The Investor’s Business Daily editors complained that Schröder had "watered down plans to ease firing rules under union pressure and steered clear of a frontal attack on the industry-wide system of setting wages."

Last year Schröder proposed a raft of tax increases, after the government admitted that its budget for 2003 would have to be revised downward by $13.6 billion. The chancellor blamed spending on unemployment and social security, along with lower than expected tax revenues. The changes, which included a 15 percent capital gains tax, were thrown out by the parliament.  
 
German and French budget deficits
For the second year in a row, the governments of both Germany and France are expected to record budget deficits that exceed the 3 percent limit established as a rule for membership in the European monetary union. It was Berlin and Paris that had browbeaten weaker states in the EU to cut social programs and make other changes to meet this limit before the onset of the euro.

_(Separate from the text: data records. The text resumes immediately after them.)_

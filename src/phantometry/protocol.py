"""Protocol checks: was the phantom filled and scanned as the standard (or band set) asks?

Never errors: each check is information (``ok``, ``info``) or a ``warning``, listed in
``measurements.json`` (``protocol_checks``) and the report. The conditions:

* **Activity ratio** -- the fill record's insert-to-background ratio against each band set's
  ``activity_ratio`` (warning beyond +-10 %, as :data:`phantometry.bands.RATIO_WARNING_FRACTION`);
  without a band set, for the body phantom, against NEMA NU 2's 4:1 or 8:1 (the ratios are
  confirmed in shared/REFERENCE-VALUES.md).
* **Background at scan start** -- the true background concentration at the scan start against
  the recommended level: 2 kBq/mL for the EANM FDG harmonisation band sets (EANM guideline
  v2.0, Boellaard et al. 2015: "e.g. 20 kBq/mL spheres and 2 kBq/mL background", confirmed);
  5.3 kBq/mL for the NEMA NU 2 body phantom (recalled); about 3.7 MBq in the small-animal
  phantom, i.e. about 185 kBq/mL in its roughly 20 mL (NEMA NU 4-2008, recalled). A warning
  beyond +-20 % (phantometry's choice: the noise, not the bias, of the metrics depends on it).
* **Scan duration** -- the header's frame (bed) duration, information only: NEMA NU 2 asks for
  the time of a 100 cm whole-body scan done in 60 min, i.e. 60 min x axial step / 100 cm
  (recalled; the image's axial extent stands for the step, so the figure is approximate);
  NEMA NU 4-2008 about 20 min (recalled).
"""

from __future__ import annotations

import math
from dataclasses import asdict, dataclass
from typing import TYPE_CHECKING, Any, Sequence

from .bands import RATIO_WARNING_FRACTION

if TYPE_CHECKING:  # pragma: no cover
    from .bands import BandSet
    from .phantoms.base import Analysis

__all__ = ["ProtocolCheck", "protocol_checks"]

#: relative deviation of the background from the recommended level that warns
BACKGROUND_WARNING_FRACTION = 0.20

_NU2 = "NEMA NU 2 (recalled)"
_NU4 = "NEMA NU 4-2008 (recalled)"
_EANM = "EANM FDG PET/CT guideline v2.0 (Boellaard et al. 2015)"


@dataclass
class ProtocolCheck:
    """One acquisition condition compared with what a standard recommends.

    Attributes
    ----------
    check : ``activity_ratio``, ``background_at_scan_start`` or ``scan_duration``.
    status : ``ok``, ``info`` or ``warning``.
    message : one line for people.
    value, expected : the measured and the recommended number (``unit``).
    roi : the insert a ratio check is about, if any.
    source : where the recommendation comes from.
    """

    check: str
    status: str
    message: str
    value: float | None = None
    expected: float | None = None
    unit: str | None = None
    roi: str | None = None
    source: str | None = None

    def as_dict(self) -> dict[str, Any]:
        return asdict(self)


def _hot_ratios(analysis: "Analysis") -> dict[str, float]:
    """Insert -> activity ratio of the hot inserts the analysis has a truth for."""
    out = {}
    for name in analysis.true_insert_bq_ml:
        if analysis.fill.is_cold(name):
            continue
        try:
            out[name] = float(analysis.fill.activity_ratio(name))
        except Exception:  # an insert the fill record does not fill: nothing to check
            continue
    return out


def _ratio_checks(analysis: "Analysis", band_sets: Sequence["BandSet"]) -> list[ProtocolCheck]:
    ratios = _hot_ratios(analysis)
    if not ratios:
        return []
    targets = [(b.activity_ratio, f"band set {b.name}") for b in band_sets if b.activity_ratio]
    if not targets and analysis.template.analysis.kind == "body_image_quality":
        mean = sum(ratios.values()) / len(ratios)
        nearest = min((4.0, 8.0), key=lambda r: abs(mean / r - 1.0))
        targets = [(nearest, f"NEMA NU 2 ({nearest:g}:1, ratio confirmed)")]
    out = []
    for target, source in targets:
        for roi, r in sorted(ratios.items()):
            off = r / target - 1.0
            status = "ok" if abs(off) <= RATIO_WARNING_FRACTION else "warning"
            out.append(ProtocolCheck(
                "activity_ratio", status,
                f"{roi}: activity ratio {r:.3g}:1 against {target:g}:1 of {source} ({100 * off:+.0f} %)",
                r, float(target), "1", roi, source))
    return out


def _recommended_background(analysis: "Analysis", band_sets: Sequence["BandSet"]) -> tuple[float, str] | None:
    """(Bq/mL, source) the standard recommends at scan start, or None."""
    kind = analysis.template.analysis.kind
    if kind == "body_image_quality":
        if any(b.name.startswith("eanm-fdg") for b in band_sets):
            return 2000.0, _EANM
        return 5300.0, _NU2
    if kind == "small_animal_image_quality":
        return 185000.0, _NU4 + ": about 3.7 MBq in about 20 mL"
    return None


def _background_check(analysis: "Analysis", band_sets: Sequence["BandSet"]) -> list[ProtocolCheck]:
    rec = _recommended_background(analysis, band_sets)
    volume = analysis.volume
    start = volume.scan_start or volume.acquired_at
    if rec is None or start is None:
        return []
    try:
        value = float(analysis.fill.background_bq_ml(start))
    except Exception:  # a fill record that cannot be decayed to the start was refused before
        return []
    expected, source = rec
    off = value / expected - 1.0
    status = "ok" if abs(off) <= BACKGROUND_WARNING_FRACTION else "warning"
    return [ProtocolCheck(
        "background_at_scan_start", status,
        f"background {value / 1000.0:.3g} kBq/mL at the scan start against {expected / 1000.0:.3g} kBq/mL recommended "
        f"({100 * off:+.0f} %)", value, expected, "Bq/mL", None, source)]


def _duration_check(analysis: "Analysis") -> list[ProtocolCheck]:
    volume = analysis.volume
    duration = volume.frame_duration_s
    if duration is None or not math.isfinite(duration):
        return []
    kind = analysis.template.analysis.kind
    if kind == "body_image_quality":
        axial_mm = float(volume.spacing_mm[0] * volume.shape[0])
        expected = 3600.0 * axial_mm / 1000.0
        source = _NU2 + ": 100 cm in 60 min, the image's axial extent standing for the bed step"
    elif kind == "small_animal_image_quality":
        expected, source = 1200.0, _NU4
    else:
        return [ProtocolCheck("scan_duration", "info", f"frame duration {duration / 60.0:.3g} min", duration, None, "s")]
    return [ProtocolCheck(
        "scan_duration", "info",
        f"frame duration {duration / 60.0:.3g} min; the standard's recipe gives about {expected / 60.0:.3g} min",
        duration, expected, "s", None, source)]


def protocol_checks(analysis: "Analysis", band_sets: Sequence["BandSet"] = ()) -> list[ProtocolCheck]:
    """The protocol checks of an analysis (module docstring), in a fixed order."""
    return [*_ratio_checks(analysis, band_sets), *_background_check(analysis, band_sets), *_duration_check(analysis)]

A European Commission official announced March 20 that the current U.S.-led assault on Iraq might provide the two dominant continental powers with a way out. EU monetary affairs commissioner Pedro Solbes said that if Paris and Berlin help finance the occupation regime that would follow a successful war of conquest, they could invoke a commission rule that would allow them to exceed the limit on the grounds of "exceptional circumstances."

"Even Germany will probably help finance the rebuilding after the war, so they could invoke this clause," said economist Hans-Werner Sinn. While Berlin joined Paris in opposing the current Anglo-American assault on Iraq, it has reaffirmed that U.S. warplanes can use German skies. Furthermore, on the eve of war the government expelled four Iraqi diplomats.

Schröder rebuffed calls by the opposition parties to vote on his decision to keep German troops in Kuwait--specially trained in the detection of nuclear and chemical contamination--and to allow troops to join NATO reconnaissance flights over Turkey.  
 
‘Time is short’
The March 17 Financial Times sounded a note of alarm in expressing sympathy with the German ruling class’s financial plight, and support for Schröder’s proposed attacks on the social wage and worker’s rights.

"The German economy is in a dismal state," the paper observed. "Forecasts of economic growth this year are barely above zero, deflation is a real risk, and unemployment is at a five-year high."

The European limit on the deficit, said the Times, is "inappropriate for the eurozone’s largest economy.... Against this backdrop, the package of reform measures announced by Chancellor Gerhard Schröder represents a modest effort to loosen Germany’s economic rigidities....

"Even if he prevails the measures will take time to make any difference. The DAX 30 [stock market] index has fallen by 53 percent over the past 15 months, a decline exceeded only by the Argentine bourse. Time is short."